October 16, 2013 at 8:16 am
Apologies if this isn't the right place to post this, I struggled to find a relevant forum.
I'm working on a data matching engine at the minute. This will match UK name and address data from source files to a master database. I want to standardise forenames to aid in matching, e.g.
Michael -> Mike
Mike -> Mike
Michel -> Mike
Susan -> Sue
Suzanne -> Sue
Susanne -> Sue
David -> Dave
Dave -> Dave
Davide -> Dave
Etc.
I'd like to avoid building my own conversion table if at all possible, given the manual effort involved. Can anyone point me in the direction of a suitable resource? I have seen this list: http://www.galbithink.org/names/ginap.htm, which is a useful start, but not quite comprehensive enough for my purposes.
Thanks, Iain
October 16, 2013 at 8:47 pm
Could you use Soundex for this? And any comparison that has a score within an "acceptable" range (open to interpretation) would automatically update. You could probably do most/all of this in SSIS and just run it in an overnight job or something.
October 16, 2013 at 9:11 pm
Have you looked at the Fuzzy Lookup transformation in SSIS - it does the sort of thing you are after without needing to pre-determine all of the possible combinations of names.
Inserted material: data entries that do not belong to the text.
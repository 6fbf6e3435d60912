package org.thermotile.jobs.cli;

import java.io.PrintStream;
import java.nio.file.Path;
import java.util.List;
import java.util.Locale;
import java.util.concurrent.Callable;
import java.util.function.Consumer;
import org.apache.spark.sql.SparkSession;
import org.thermotile.jobs.city.CityJob;
import org.thermotile.jobs.city.PreparedRun;
import org.thermotile.jobs.city.RunPreparer;
import org.thermotile.jobs.city.SparkSessions;
import org.thermotile.jobs.config.RunFile;
import org.thermotile.jobs.config.RunFileReader;
import org.thermotile.jobs.observe.ObservationSet;
import org.thermotile.jobs.observe.Observe;
import picocli.CommandLine.Command;
import picocli.CommandLine.Mixin;
import picocli.CommandLine.Option;
import picocli.CommandLine.Parameters;

/** {@code thermotile run}: the city job. */
@Command(name = "run", mixinStandardHelpOptions = true, sortOptions = false,
        description = {"Runs a city job from a run file: every cell's surface energy balance through "
                + "the period, written as GeoTIFF maps, Parquet tables and a manifest.",
                "Every input is checked first (as 'thermotile check' does); nothing is written unless "
                        + "the whole run succeeds."})
final class RunCommand implements Callable<Integer> {
    @Parameters(index = "0", paramLabel = "RUNFILE", description = "the run file (YAML)")
    Path runFile;

    @Option(names = "--out", paramLabel = "DIR", description = "output folder (default: runs/<run name>)")
    Path out;

    @Mixin
    SharedOptions.Spark spark = new SharedOptions.Spark();

    @Mixin
    SharedOptions.Replace replace = new SharedOptions.Replace();

    @Mixin
    SharedOptions.Quiet quiet = new SharedOptions.Quiet();

    @Option(names = "--confirm-sweep", description = "run a sweep larger than its max_scenarios")
    boolean confirmSweep;

    @Option(names = "--resume", description = "keep the complete scenario partitions of an existing output "
            + "folder (checked against its manifest's hashes) and compute only what is missing")
    boolean resume;

    @Override
    public Integer call() {
        RunFile run = RunFileReader.read(runFile);
        Path dir = out != null ? out : Path.of("runs", run.name());
        execute(run, dir, spark.master, spark.threads, replace.replace, quiet.quiet, confirmSweep, resume, System.out,
                runFile.toString());
        return 0;
    }

    static CityJob.Summary execute(RunFile run, Path dir, String master, int threads, boolean replace,
            boolean quiet, boolean confirmSweep, boolean resume, PrintStream console) {
        return execute(run, dir, master, threads, replace, quiet, confirmSweep, resume, console, null);
    }

    static CityJob.Summary execute(RunFile run, Path dir, String master, int threads, boolean replace,
            boolean quiet, boolean confirmSweep, boolean resume, PrintStream console, String runFileName) {
        List<PreparedRun> periods = RunPreparer.prepareAll(run, confirmSweep);
        PreparedRun p = periods.get(0);
        if (!quiet) {
            console.printf(Locale.ROOT, "%s: %d × %d cells of %.1f m (EPSG:%d), %d materials, %d counted hours%s%n",
                    run.name(), p.grid().width(), p.grid().height(), p.grid().pixelWidth(), p.grid().epsg(),
                    p.paletteLabels().size(), periods.stream().mapToInt(x -> x.sampleEpochSeconds().length).sum(),
                    run.hasPeriods() ? " in " + periods.size() + " periods" : "");
            periods.forEach(x -> x.notes().forEach(n -> console.println("note: "
                    + (x.period() == null ? "" : x.period() + ": ") + n)));
        }
        // The report is written into the finished folder before it is published, so it appears with it.
        String[] reportProblem = {null};
        Consumer<Path> report = folder -> {
            try {
                org.thermotile.jobs.report.RunReport.write(folder);
            } catch (RuntimeException e) {
                reportProblem[0] = e.getMessage();   // the run is still complete; only its report is missing
            }
        };
        CityJob.Summary s;
        CityJob.Options options = new CityJob.Options(dir, master, replace, quiet, threads, resume, report, runFileName);
        if (run.observations().isEmpty()) {
            s = CityJob.run(null, periods, options, console);
        } else {
            s = runObserved(run, periods, options, console);
        }
        String where = CityJob.remoteOutput(s.outDir()) != null ? CityJob.remoteOutput(s.outDir()) : s.outDir().toString();
        String stepped = s.steppedCellHours() < s.cellHours()
                ? String.format(Locale.ROOT, " (%.3g stepped, the scenarios sharing unchanged cells)", (double) s.steppedCellHours())
                : "";
        console.printf(Locale.ROOT, "done: %d cells, %.3g cell-hours%s in %.1f s (%.3g cell-hours/s), "
                        + "largest closure residual %.1e%n", s.cells(), (double) s.cellHours(), stepped, s.wallSeconds(),
                s.cellHoursPerSecond(), s.maxClosureResidual());
        console.println("outputs: " + where);
        if (run.hasPeriods()) {
            console.println("  periods/   " + String.join(" ", run.periods().stream().map(RunFile.NamedPeriod::name)
                    .toList()) + " (each: maps/, scenarios/, comparison/, manifest.json, report.html)");
            console.println("  tables/    cells, material_hours" + (p.districtNames().isEmpty() ? "" : ", district_hours")
                    + (periods.stream().anyMatch(x -> x.hourlyEpochSeconds().length > 0) ? ", cell_hours" : "")
                    + " (Parquet, partitioned by period and scenario)");
            if (!run.scenarios().isEmpty()) {
                console.println("  comparison/summary.md, ranking_by_period.csv (every period's ranking)");
            }
        } else {
            console.println("  maps/      " + String.join(" ", s.maps().stream().filter(m -> m.startsWith("maps/"))
                    .map(m -> m.substring("maps/".length())).toList()));
            console.println("  tables/    cells, material_hours" + (p.districtNames().isEmpty() ? "" : ", district_hours")
                    + (p.hourlyEpochSeconds().length > 0 ? ", cell_hours" : "") + " (Parquet)");
            if (!run.scenarios().isEmpty()) {
                console.println("  scenarios/ " + run.scenarios().size() + " programmes, maps and delta maps each");
                console.println("  comparison/summary.md, ranking.csv, districts.csv");
            }
        }
        if (!run.observations().isEmpty()) {
            console.println("  observed/  agreement.csv, agreement.parquet, pairs.csv, pairs.parquet, difference_*.tif, "
                    + "CAUTIONS.txt (" + run.observations().size() + " images)");
        }
        console.println("  manifest.json");
        if (reportProblem[0] == null) {
            console.println("  report:    " + where + "/" + org.thermotile.jobs.report.RunReport.FILE
                    + " (open it in a browser)");
        } else {
            console.println("  report:    not written (" + reportProblem[0] + "); retry with: thermotile report " + where);
        }
        console.println("Surface temperature is not air temperature nor a heat-health index.");
        return s;
    }

    /**
     * A run with an {@code observations:} block: the images are checked against the grid before
     * anything is simulated, and compared with the finished run inside its folder before it is
     * published (then the report), so a failed comparison leaves nothing behind.
     */
    private static CityJob.Summary runObserved(RunFile run, List<PreparedRun> periods, CityJob.Options opt,
            PrintStream console) {
        ObservationSet set = ObservationSet.of(run);
        Observe.check(set, periods.get(0).grid());
        SparkSession spark = SparkSessions.get(opt.master(),
                opt.threads());
        try {
            Consumer<Path> report = opt.beforePublish();
            Consumer<Path> both = folder -> {
                for (var r : Observe.run(spark, folder, set)) {
                    if (!opt.quiet()) {
                        console.printf(Locale.ROOT, "observed %s: %d pixels, bias %.2f K, RMSE %.2f K, MAE %.2f K%n",
                                r.name(), r.all().count(), r.all().bias(), r.all().rmse(), r.all().mae());
                    }
                }
                report.accept(folder);
            };
            return CityJob.run(spark, periods, new CityJob.Options(opt.outDir(), opt.master(), opt.replace(),
                    opt.quiet(), opt.threads(), opt.resume(), both, opt.runFile()), console);
        } finally {
            spark.stop();
        }
    }
}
It is available with the Enterprise Edition of SQL Server 2008.
October 21, 2013 at 4:06 am
This type of standardisation may pervent you from getting false negatives based on name, but you are likely to have a significant number of false positives.
Name matching is the easy bit of name & adderss matching. Dealing with the variety of address formats and combinations you get will be much harder. Many organisations outsource this type of matching to third parties who make their living by doing this job well - do not expect that your home-grown system will match the accuracy of the professionals.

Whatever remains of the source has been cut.